Week3 Assignment: Chinese word segmentation
===
Date: 2020/03/17
## ==Setup:==
All required files are on iLMS. There are two files:
hw2.py or hw2.ipynb (your code)
merge.tsv (data)
## ==Description==
In this assignment, you will implement a Chinese word segmentation model.
You need to use the model to tokenize sentence to words.
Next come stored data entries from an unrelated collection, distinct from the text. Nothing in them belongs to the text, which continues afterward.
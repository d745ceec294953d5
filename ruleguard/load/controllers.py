"""Controller tables in firmware files (FORMATS.md section 3) -> :class:`ControllerEntry`.

A binding ``controller = { file, path, kind, map }`` names a firmware file,
the dotted key path of the controller table inside it (array items as
``.0``; an empty or absent path means the whole file), optionally the
controller kind, and a ``map`` from ruleguard's canonical field names to the
firmware's own keys: ``kp = "P"`` or ``ki = { key = "I_per_tick", scale =
1000.0 }`` (field = raw value x scale). A mapped key may itself be a dotted
path inside the table (``kp = "gains.P"``).

The canonical table (mapped fields, plus the table's keys that carry
canonical names) is validated against the ``controller`` schema. Keys
ruleguard does not use are ignored, a required key that is missing is an
error, and every error points at the firmware's own key (or at the
manifest's binding when the binding is what is wrong).
"""

from __future__ import annotations

import math
import re
from collections.abc import Mapping
from pathlib import Path
from typing import Any

from ruleguard.errors import InputError
from ruleguard.load.schedules import (
    SCHEDULABLE_FIELDS,
    key_and_scale,
    make_schedule,
    read_arrays,
    read_rows,
    row_fields,
)
from ruleguard.load.sources import Document, KeyPath, Unreadable, format_key, read_firmware
from ruleguard.load.spec import ControllerEntry, FilterEntry
from ruleguard.load.validation import number_problem, show_value, suggestion, validate
from ruleguard.location import Location

#: Canonical fields of each controller kind.
CONTROLLER_FIELDS: Mapping[str, tuple[str, ...]] = {
    "pid": (
        "form",
        "kp",
        "ki",
        "kd",
        "derivative_filter_hz",
        "gain",
        "ti_s",
        "td_s",
        "n",
    ),
    "lead_lag": ("gain", "zero_hz", "pole_hz"),
    "transfer_function": ("numerator", "denominator", "domain"),
}
#: Fields every controller and filter may carry.
COMMON_FIELDS = ("discretization", "prewarp_hz")
#: Canonical fields of each filter kind.
FILTER_FIELDS: Mapping[str, tuple[str, ...]] = {
    "lowpass1": ("cutoff_hz",),
    "lowpass2": ("cutoff_hz", "damping"),
    "notch": ("center_hz", "width_hz", "depth_db"),
    "lead_lag": ("gain", "zero_hz", "pole_hz"),
    "biquad": ("b", "a"),
    "transfer_function": ("numerator", "denominator", "domain"),
}
_STRING_FIELDS = {"form", "domain", "discretization", "numeric_format", "kind"}
_NUMERIC_FORMAT = re.compile(r"^q(\d+)\.(\d+)$")


def resolve_path(
    data: Any,
    path: str,
    document: Document,
    origin: Location,
    what: str,
    base: KeyPath = (),
) -> tuple[Any, KeyPath]:
    """The value at a dotted ``path`` (array items as ``.0``) and its key path.

    ``data`` stands at ``base`` in ``document``; the returned key path is
    relative to ``data``. Errors are raised at ``origin`` (the manifest key
    that named the path) and say where in the document the walk stopped.
    """
    node = data
    walked: KeyPath = base
    if path.strip() == "":
        return node, walked
    for part in path.split("."):
        if isinstance(node, Unreadable):
            raise node.error()
        if isinstance(node, dict):
            if part not in node:
                keys = [k for k in node if isinstance(k, str)]
                hint = suggestion(part, keys)
                place = f"table '{format_key(walked)}'" if walked else "the top level"
                line = document.locate(walked).line if walked else None
                at_line = f" (line {line})" if line else ""
                raise InputError.at(
                    origin,
                    f"{what}: {document.file} has no key '{part}' in {place}{at_line}{hint}",
                )
            node = node[part]
            walked = walked + (part,)
        elif isinstance(node, list):
            if not part.isdigit() or int(part) >= len(node):
                raise InputError.at(
                    origin,
                    f"{what}: '{format_key(walked)}' in {document.file} is an array of "
                    f"{len(node)} item(s); '{part}' is not an index in it (use .0, .1, ...)",
                )
            node = node[int(part)]
            walked = walked + (int(part),)
        else:
            raise InputError.at(
                origin,
                f"{what}: '{format_key(walked)}' in {document.file} is a value, not a table; "
                f"cannot go on to '{part}'",
            )
    if isinstance(node, Unreadable):
        raise node.error()
    return node, walked[len(base):]


def _document_key(binding: Mapping[str, Any]) -> str:
    """Cache key of a firmware document: its file, and how the binding reads it."""
    file = binding["file"]
    if binding.get("format") is None and binding.get("macros") is None:
        return file
    macros = sorted((binding.get("macros") or {}).items())
    return f"{file}\x00{binding.get('format')}\x00{macros}"


#: Firmware formats whose input errors carry a source excerpt.
EXCERPT_FORMATS = ("c", "yaml", "keyvalue")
For example:
```
Input
中華民國於一九九五年三月一日開始實施全民健保
Output
['中華民國', '於', '一九九五年', '三月', '一日', '開始', '實施', '全民健保']
```
there are lots way to split sentence to words
take 水淹金山寺 for example
it may be
水 淹 金山寺
水淹 金山寺
水淹 金山 寺
水 淹 金 山 寺
...
our mission is to find the best one from thoes
so the first step is to split sentence to all possible path
one of the efficent way is to build a DAG
sencond
we are try to find the best from the path from those path
one of way is use DP
:::info
hint:
you can refer lecture 1 for more information.
:::
## ==Requirement==
### 1. convert sentence to DAG(Directed Acyclic Graph)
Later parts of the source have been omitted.